# Why shoot RAW+JPEG?



## Selwin (Oct 8, 2013)

Hi folks,
I regularly meet people asking questions about how to organise their JPEG files when they also shoot RAW. I quit shooting JPEG after getting my first dSLR (Canon 5D) because in my view JPEG files are not useful when the RAW versions are there to edit and export.

Still many shoot both formats nowadays. Could anyone tell me for what reason? Clearly it is not my intention to troll, it is to learn what I apparently don't see.

thanks!

Selwin


----------



## johnbeardy (Oct 8, 2013)

Many because they _can_ do so, and for no good reason. Some want Lightroom to make their images look like their cameras' little LCD screens, and for no good reason. Some nail it in camera, but shoot the raws just in case they aren't as good as they think they are. A few have evidential / forensic reasons. Others need to transmit or use their pictures without having the time to process them, which is a perfectly good reason but seems to be in decline (press guys transmit directly from the camera nowadays and the last time I saw it was a wedding photographer selling prints at the event). Whatever, it's enough trouble managing one set of files without cluttering up your system with JPEG copies too. If there isn't a good reason, why make life so hard?

I imagine we're in agreement.

John


----------



## clee01l (Oct 8, 2013)

I think that I had a valid reason for shooting RAW+JPEG when I did.  I also feel that I have a valid reason not to now that I don't. 
Initially, I shot RAW+JPEG when I was not so comfortable with my post processing abilities, and some times the JPEG was "good enough" for the general "run of the mill" Snapshot,  Never knowing when that "prize winning" photo was going to come along, the RAW was there for insurance.   Another very good reason was for the instant gratification of seeing a finished image without having to run them through a number of post processing steps.  My wife was the reason for the instant gratification part as she wanted to see something as soon as I unloaded the camera. ("Chimping" one step removed") 

Now I am more comfortable that I can produce a post processed image better or at least as good as the SOOC JPEG.  Also I have a different camera that permits me to use an Import Develop Preset that will produce an acceptable image without additional post processing.  So, hanging on to more than the embedded JPEG thumbnail in the RAW is unnecessary.


----------



## Av8Chuck (Oct 9, 2013)

If your using an application like CamRanger on a tablet then shooting Raw+JPEG works well, the JPEGS upload much quicker than the RAW so that you have a useful "tethered" wireless workflow.


----------



## Selwin (Oct 9, 2013)

Hi John and Cletus,
Very valid points, I agree. There was a time when I shot jpegs just to see how they look like, but that was just a couple of times. Later I realised I could simply process any RAW file through DPP (I shoot Canon) to get the exact same look as the OOC jpegs. So after that I never bothered.

Hi Chuck,
I agree with you too, tablet use is another topic. This adds to the discussion of smart previews (does Adobe intend to use them for tablet apps too) and yes jpegs load a lot faster.

Any more opinions?

thanks!
Selwin


----------



## JCJR (Oct 9, 2013)

I started shooting both for insurance but soon stopped due to wasting disk space. Then there were situations where I needed the jpeg to share right away.

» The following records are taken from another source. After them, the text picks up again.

"""Whether a difference between two descriptors is more than luck: statistics of repeated splits.

Accuracies of repeated splits of the same patches are not independent, so their plain variance is
too small a measure of luck. Source of the correction: C. Nadeau and Y. Bengio, Inference for the
generalization error, Machine Learning 52 (2003), 239-281: the variance of the mean of J splits with
n1 training and n2 test patches is estimated as (1/J + n2/n1) times the sample variance.
"""

import math
from typing import NamedTuple

import numpy as np
from scipy import stats

#: Share of intervals that are meant to hold the true mean.
CONFIDENCE = 0.95


class Mean(NamedTuple):
    """A mean over splits with its interval; the interval is NaN where there is one split."""

    mean: float
    low: float
    high: float


class Difference(NamedTuple):
    """A paired comparison: mean of one minus the other, its interval, t and two-sided p.

    With a single split there is no measure of luck, and all but the mean is NaN.
    """

    mean: float
    low: float
    high: float
    t: float
    p: float


def corrected_error(values: np.ndarray, ratio: float) -> float:
    """Return the standard error of the mean over splits, corrected for their overlap.

    Parameters
    ----------
    values : ndarray of shape (J,)
        One number a split.
    ratio : float
        Test patches over training patches of a split, n2/n1.

    Returns
    -------
    float
        sqrt((1/J + n2/n1) s^2), s^2 the sample variance (J - 1); NaN for a single split.

    Examples
    --------
    >>> import numpy as np
    >>> from mfeat.significance import corrected_error
    >>> round(corrected_error(np.array([1.0, 2.0, 3.0, 4.0]), ratio=0.25), 6)
    0.912871
    """
    count = len(values)
    if count < 2:
        return math.nan
    return math.sqrt((1.0 / count + ratio) * float(np.var(values, ddof=1)))


def mean_with_interval(values: np.ndarray, ratio: float) -> Mean:
    """Return the mean over splits and its 95 % interval by Student's t with J - 1 degrees."""
    mean = float(np.mean(values))
    half = _half_width(values, ratio)
    return Mean(mean, mean - half, mean + half)


def _half_width(values: np.ndarray, ratio: float) -> float:
    degrees = max(len(values) - 1, 1)
    return float(stats.t.ppf((1 + CONFIDENCE) / 2, degrees)) * corrected_error(values, ratio)


def compare_paired(one: np.ndarray, other: np.ndarray, ratio: float) -> Difference:
    """Compare two descriptors over the same splits by the corrected resampled t-test.

    Parameters
    ----------
    one, other : ndarray of shape (J,)
        Accuracies over the same splits, in the same order.
    ratio : float
        Test patches over training patches of a split.

    Returns
    -------
    Difference
        Equal accuracies everywhere give t = 0 and p = 1; a difference that is the same in every
        split gives p = 0.

    Examples
    --------
    >>> import numpy as np
    >>> from mfeat.significance import compare_paired
    >>> found = compare_paired(np.array([0.9, 0.8, 0.9]), np.array([0.7, 0.7, 0.6]), ratio=1.0)
    >>> round(found.mean, 3), round(found.t, 3), round(found.p, 3)
    (0.2, 1.732, 0.225)
    """
    if one.shape != other.shape:
        raise ValueError(f"paired splits are needed; got {one.shape} and {other.shape}")
    differences = one - other
    mean = float(np.mean(differences))
    if len(differences) > 1 and np.ptp(differences) == 0.0:
        t = math.copysign(math.inf, mean) if mean else 0.0
        return Difference(mean, mean, mean, t, 0.0 if mean else 1.0)
    half = _half_width(differences, ratio)
    t = mean / corrected_error(differences, ratio)
    p = 2.0 * float(stats.t.sf(abs(t), max(len(differences) - 1, 1)))
    return Difference(mean, mean - half, mean + half, t, p)


def holm(p_values: np.ndarray) -> np.ndarray:
    """Return p-values adjusted for making several comparisons; NaN stay, and do not count.

    Source: S. Holm, A simple sequentially rejective multiple test procedure, Scandinavian Journal
    of Statistics 6 (1979), 65-70.

    Examples
    --------
    >>> import numpy as np
    >>> from mfeat.significance import holm
    >>> holm(np.array([0.01, 0.04, 0.03])).round(3).tolist()
    [0.03, 0.06, 0.06]
    """
    given = np.asarray(p_values, dtype=np.float64)
    adjusted = np.full(given.shape, math.nan)
    order = [k for k in np.argsort(given) if not math.isnan(given[k])]
    largest = 0.0
    for rank, k in enumerate(order):
        largest = max(largest, min(1.0, (len(order) - rank) * given[k]))
        adjusted[k] = largest
    return adjusted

Now I shoot both on my camara and only import to LR the raw. I delete the jpeg if I didn't need.

I read somewhere that some shoot in B&W to use focus eaking more efficiently. The viewfinder will be in B&W


----------



## MarkNicholas (Oct 10, 2013)

The reason I have done this in the past is to compare the result I get with Lightroom and the result from the camera Raw converter. Having quickly confirmed that I can get far preferabler results in Lightroom I stopped shooting Jpegs.


----------



## Selwin (Oct 11, 2013)

Bill Guy said:


> This is really a good reason to Not Shoot Raw + Jpeg.  In Lightroom if you are shooting Raw you can go to the Camera Calibration panel at the bottom of the Develop section and ...


Almost, but not quite. The settings you mention were created by Adobe to match the looks of the camera manufacturers as closely as possible. However, there are subtle differences. If you really must proces your image in LR exactly like say "Nikon Vivid", it can be uselful to have that jpeg for comparison. In my experience, this is a one time thing anyway, like Mark Nicholas points out above. If ever one needs this jpeg but shot oly RAW, one can generate it by using the camera man. software, like DPP for Canon or Capture for Nikon.


----------



## Selwin (Oct 11, 2013)

JCJR said:


> ...there were situations where I needed the jpeg to share right away. Now I shoot both on my camara and only import to LR the raw. I delete the jpeg if I didn't need.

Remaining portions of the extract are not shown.